§ **WHAT YOU WILL DO**:
Beneath this line are the data; copy exactly the part of them that opens with the line containing "# ---- bernoulli, geometric" and closes with the line containing "([2.0, 2.0 + 2.0", and only that part.

(Collected data entries)
##############################

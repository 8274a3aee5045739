#!/usr/bin/env python3
"""A second implementation of leat's discrete and multivariate laws.

It does what tests/golden/LAWS_DISCRETE.md says and shares no code with the library. Run without
arguments it checks every row of tests/golden/discrete_vectors.json; with --write it computes the
expected values and writes the file, so that the library is tested against this program and not
against itself. Every + - * / on floats is one operation on binary64; what has to be exact is done in
Python's integers and fractions.

A row's words come from a stream (seed, path, first word) or stand in it ("words", for what a stream
reaches too rarely). Lists are lists; reals are the digits of their bits; "position" counts the words
after the last value.
"""

import json
import math
import os
import sys
from fractions import Fraction
from math import floor  # exact

import alias_table
import core_maths as core
import second_implementation as base
import second_laws

M64 = base.M64
INT64_MAX = 2 ** 63 - 1


class Draw(base.Law):
    """Draws from the words of one stream; `branches` collects what was met on the way."""

    def open_unit(self):
        return float(base.unit(self.s(), "double", "open"))

    def met(self, branch):
        self.branches.add(branch)


# ---- bernoulli, geometric ----


def bernoulli(d, p):
    if p == 1:
        d.s()
        return True
    rest = Fraction(p)
    while True:
        word = d.s()
        digits = floor(rest * 2 ** 64)
        if word != digits:
            return word < digits
        rest = rest * 2 ** 64 - digits
        if rest == 0:
            d.met("equal to p")
            return False
        d.met("further digits")
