# Parameters, the word to begin at, how many draws; "float" where the law is one of floats (its
# parameters are floats then). The rows that begin later than at word 0 reach a rare branch.
ROWS = {
    "uniform": [([-1.5, 7.25], 0, 6), ([1.0, 1.0 + 2.0 ** -51], 0, 6), ([-1e308, 7e307], 0, 6),
                ([0.0, 1e-280], 0, 6), ([1e-3, 1e3], 0, 6), ([-0.5, 3.0], 0, 6, "float"),
                ([2.0, 2.0 + 2.0 ** -21], 0, 6, "float")],
    "uniform.closed_open": [([-1.5, 7.25], 0, 6), ([1.0, 1.0 + 2.0 ** -52], 0, 6),
                            ([-0.5, 3.0], 0, 6, "float")],
    "uniform.open_closed": [([-1.5, 7.25], 0, 6), ([1.0, 1.0 + 2.0 ** -52], 0, 6),
                            ([-0.5, 3.0], 0, 6, "float")],
    "uniform.closed": [([-1.5, 7.25], 0, 6), ([1.0, 1.0 + 2.0 ** -52], 0, 6),
                       ([0.0, 1e-280], 0, 6), ([-0.5, 3.0], 0, 6, "float")],
    "normal": [([-3.7, 12.1], 0, 6), ([1e308, 1e308], 0, 6), ([0.5, 2.25], 0, 6, "float"),
               ([0.0, 2.0 ** 126], 0, 6, "float"), ([0.0, 0.0], 0, 3)],
    "exponential": [([0.3], 0, 6), ([1e-308], 0, 6), ([1e-308], 10, 2), ([1e308], 0, 6),
                    ([0.25], 0, 6, "float"), ([2.0 ** 126], 0, 6, "float"),
                    ([2.0 ** -140], 0, 6, "float")],
    "laplace": [([-1.5, 0.25], 0, 6), ([1e308, 1e308], 0, 6), ([0.5, 2.0], 0, 6, "float")],
    "gumbel": [([10.0, 3.5], 0, 6), ([10.0, 3.5], 570, 2), ([10.0, 3.5], 81889, 2),
               ([-2.0, 0.5], 0, 6, "float")],
    "logistic": [([10.0, 3.5], 0, 6), ([10.0, 3.5], 395, 2), ([10.0, 3.5], 103, 2),
                 ([-2.0, 0.5], 0, 6, "float")],
    "cauchy": [([0.1, 0.001], 0, 6), ([0.1, 0.001], 95, 2), ([-2.0, 0.5], 0, 6, "float"),
               ([0.0, 1e307], 0, 6), ([0.0, 1e307], 3, 2)],
    "lognormal": [([1.2, 0.4], 0, 6), ([0.0, 400.0], 0, 6), ([-3.0, 0.0], 0, 6),
                  ([1.0, 0.5], 0, 6, "float")],
    "weibull": [([1.5, 4000.0], 0, 6), ([0.25, 1e-300], 0, 6), ([0.001, 1.0], 0, 6),
                ([1e300, 7.0], 0, 6), ([1e-300, 7.0], 0, 6), ([1.0, 2.5], 0, 6),
                ([2.5, 3.0], 0, 6, "float")],
    "pareto": [([1.0, 2.5], 0, 6), ([1e-310, 0.01], 0, 6), ([3.0, 1e20], 0, 6),
               ([2.0, 1.5], 0, 6, "float")],
    "rayleigh": [([2.3], 0, 6), ([1e308], 0, 6), ([1e308], 1, 2), ([0.75], 0, 6, "float")],
    "maxwell": [([2.3], 0, 6), ([1e-308], 0, 6), ([0.75], 0, 6, "float")],
    "gamma": [([2.5, 3.0], 0, 6), ([2.5, 3.0], 7, 2), ([2.5, 3.0], 94, 2), ([0.3, 1.0], 0, 6),
              ([0.3, 1.0], 160, 2), ([0.0001, 1.0], 0, 6), ([1.0, 0.2], 0, 6),
              ([1e10, 1e300], 0, 6), ([1000000.0, 0.001], 0, 6), ([1e308, 1e-300], 0, 6),
              ([0.7, 1e-308], 0, 6), ([1e12, 1e-12], 0, 6), ([0.5, 2.0], 0, 6, "float"),
              ([7.5, 0.125], 0, 6, "float")],
    "gamma.draw_log": [([2.5, 3.0], 0, 6), ([2.5, 3.0], 53, 2), ([1e-8, 1e-300], 0, 6),
                       ([1e-8, 1e-300], 282, 2), ([1000000.0, 0.001], 0, 6),
                       ([1000000.0, 0.001], 20, 2), ([0.5, 2.0], 0, 6, "float")],
    "erlang": [([1, 0.2], 0, 6), ([1, 0.2], 822, 2), ([2, 3.5], 0, 6), ([3, 0.001], 0, 6),
               ([3, 0.001], 10, 2), ([3, 0.001], 5, 2), ([4, 1.0], 0, 6),
               ([2 ** 53, 7.0], 0, 6), ([5, 0.5], 0, 6, "float")],
    "chi_squared": [([1.0], 0, 6), ([1.0], 1221, 2), ([2.0], 0, 6), ([2.0], 381514, 2),
                    ([3.0], 0, 6), ([4.0], 0, 6), ([7.5], 0, 6), ([7.5], 33, 2), ([0.2], 0, 6),
                    ([0.2], 77, 2), ([1e-300], 0, 6), ([1e12], 0, 6),
                    ([1e12], 8, 2), ([3.0], 0, 6, "float")],
    "student_t": [([1.0], 0, 6), ([1.0], 654, 2), ([2.0], 0, 6), ([3.0], 0, 6), ([5.5], 0, 6),
                  ([0.01], 0, 6), ([0.01], 96, 2), ([1e12], 0, 6),
                  ([1e12], 8, 2), ([2.5], 0, 6, "float")],
    "fisher_f": [([1.0, 1.0], 0, 6), ([1.0, 1.0], 34, 2), ([3.0, 4.5], 0, 6), ([3.0, 4.5], 10, 2),
                 ([3.0, 4.5], 27, 2), ([0.5, 6.0], 0, 6), ([0.5, 6.0], 322, 2), ([7.0, 0.01], 0, 6),
                 ([0.3, 0.4], 0, 6), ([2.0, 4.0], 0, 6), ([1e-300, 1e300], 0, 6),
                 ([3.0, 5.0], 0, 6, "float")],
    "beta": [([2.3, 1.0], 0, 6), ([1.0, 0.3], 0, 6), ([1.0, 1.0], 0, 6), ([0.5, 0.5], 0, 6),
             ([0.5, 0.5], 938, 2), ([2.5, 3.5], 0, 6), ([2.5, 3.5], 4, 2), ([2.5, 3.5], 32, 2),
             ([1.5, 2.0], 0, 6), ([0.2, 0.3], 0, 6), ([0.7, 0.8], 0, 6), ([0.001, 5.0], 0, 6),
             ([0.001, 5.0], 29, 2), ([5.0, 0.001], 0, 6), ([0.001, 0.01], 0, 6),
             ([1e-300, 1e-290], 0, 6), ([1e12, 300000000000.0], 0, 6),
             ([1e12, 300000000000.0], 4, 2), ([0.25, 0.5], 0, 6, "float"),
             ([64.0, 0.0625], 0, 6, "float"), ([2.0, 3.0], 0, 6, "float")],
    "inverse_gaussian": [([1.0, 1.0], 0, 6), ([1000000000.0, 0.001], 0, 6),
                         ([100000.0, 0.0001], 0, 6), ([1e200, 1e-200], 0, 6),
                         ([0.001, 1000000.0], 0, 6), ([1e-300, 1e300], 0, 6),
                         ([2.0, 0.5], 0, 6, "float")],
    "von_mises": [([0.0, 1.0], 0, 6), ([0.0, 1.0], 4, 2), ([0.0, 1.0], 2, 2), ([1.0, 0.0], 0, 6),
                  ([1.0, 1000000.0], 0, 6), ([3.0, 1e25], 0, 6), ([-2.0, 20.0], 0, 6),
                  ([0.1, 1e-10], 0, 6), ([0.5, 4.0], 0, 6, "float")],
    "triangular": [([0.0, 3.0, 10.0], 0, 6), ([0.0, 0.0, 1.0], 0, 6), ([-1.0, 1.0, 1.0], 0, 6),
                   ([1.0, 1.0000000000000004, 1.0000000000000004], 0, 6),
                   ([0.0, 5e-324, 1.0], 0, 6), ([-1e300, 1e300, 1e305], 0, 6),
                   ([1.0, 2.0, 4.0], 0, 6, "float")],
    "empirical": [([[3.2, 4.1, 2.7, 3.2, -1.0]], 0, 6), ([[7.5]], 0, 6),
                  ([[0.5, 0.25, 2.0]], 0, 6, "float")],
    "piecewise_linear": [([[0.0, 6.0, 9.0, 24.0], [0.0, 1.0, 5.0, 0.5]], 0, 6),
                         ([[0.0, 1.0], [1.0, 1.0]], 0, 6),
                         ([[-1.0, 0.0, 1.0, 2.0, 3.0], [2.0, 0.0, 0.0, 0.0, 0.001]], 0, 6),
                         ([[-1e300, 0.0, 1e305], [1e-310, 3e-310, 0.0]], 0, 6),
                         ([[1.0, 1.0000000000000002, 1.0000000000000009], [1.0, 1.0, 3.0]], 0, 6),
                         ([[0.0, 0.5, 4.0], [0.0, 1.0, 0.25]], 0, 6, "float")],
    "truncated_normal": [([0.0, 1.0, -1.0, 1.0], 0, 6), ([0.0, 1.0, -1.0, 1.0], 17, 2),
                         ([0.0, 1.0, -1.0, 3.0], 0, 6), ([0.0, 1.0, -1.0, 3.0], 8, 2),
                         ([0.0, 1.0, 0.1, "infinity"], 0, 6), ([10.0, 2.0, "-infinity", 9.9], 0, 6),
                         ([0.0, 1.0, 8.0, "infinity"], 0, 6), ([0.0, 1.0, 8.0, "infinity"], 87, 2),
                         ([0.0, 1.0, "-infinity", -3.0], 0, 6), ([0.0, 1.0, 4.0, 5.0], 0, 6),
                         ([0.0, 1.0, 4.0, 5.0], 97, 2), ([0.0, 1.0, -40.000000001, -40.0], 0, 6),
                         ([0.0, 1.0, 2.0, 2.4], 0, 6), ([1.0, 0.0, 0.0, 2.0], 0, 6),
                         ([1e308, 1e307, "-infinity", "infinity"], 0, 6),
                         ([0.0, 0.001, 40.0, "infinity"], 0, 6),
                         ([5.0, 1e305, -1e308, 1e300], 0, 6), ([0.0, 1.0, 0.0, 0.5], 0, 6),
                         ([0.0, 1e-320, 1.0, 2.0], 0, 6),
                         ([100000.0, 1e-5, "-infinity", 100000.0], 0, 6),
                         ([1.0, 0.5, 1.5, 2.5], 0, 6, "float"),
                         ([0.0, 2.0, -1.0, "infinity"], 0, 6, "float"),
                         ([0.0, 1.0, 6.0, "infinity"], 0, 6, "float")],
    "shuffle": [([10], 0, 3), ([1], 0, 3), ([0], 0, 3)],
    "pick": [([7], 0, 6), ([1], 0, 6)],
    "sample_without_replacement": [([20, 10], 0, 3), ([5, 5], 0, 3),
                                   ([2 ** 64 - 1, 6], 0, 3), ([9, 0], 0, 3),
                                   ([2 ** 32 + 1, 4], 0, 3)],
}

##############################

§ **SOLUTION**:
# ---- bernoulli, geometric ----


def bernoulli(d, p):
    if p == 1:
        d.s()
        return True
    rest = Fraction(p)
    while True:
        word = d.s()
        digits = floor(rest * 2 ** 64)
        if word != digits:
            return word < digits
        rest = rest * 2 ** 64 - digits
        if rest == 0:
            d.met("equal to p")
            return False
        d.met("further digits")
# Parameters, the word to begin at, how many draws; "float" where the law is one of floats (its
# parameters are floats then). The rows that begin later than at word 0 reach a rare branch.
ROWS = {
    "uniform": [([-1.5, 7.25], 0, 6), ([1.0, 1.0 + 2.0 ** -51], 0, 6), ([-1e308, 7e307], 0, 6),
                ([0.0, 1e-280], 0, 6), ([1e-3, 1e3], 0, 6), ([-0.5, 3.0], 0, 6, "float"),
                ([2.0, 2.0 + 2.0 ** -21], 0, 6, "float")],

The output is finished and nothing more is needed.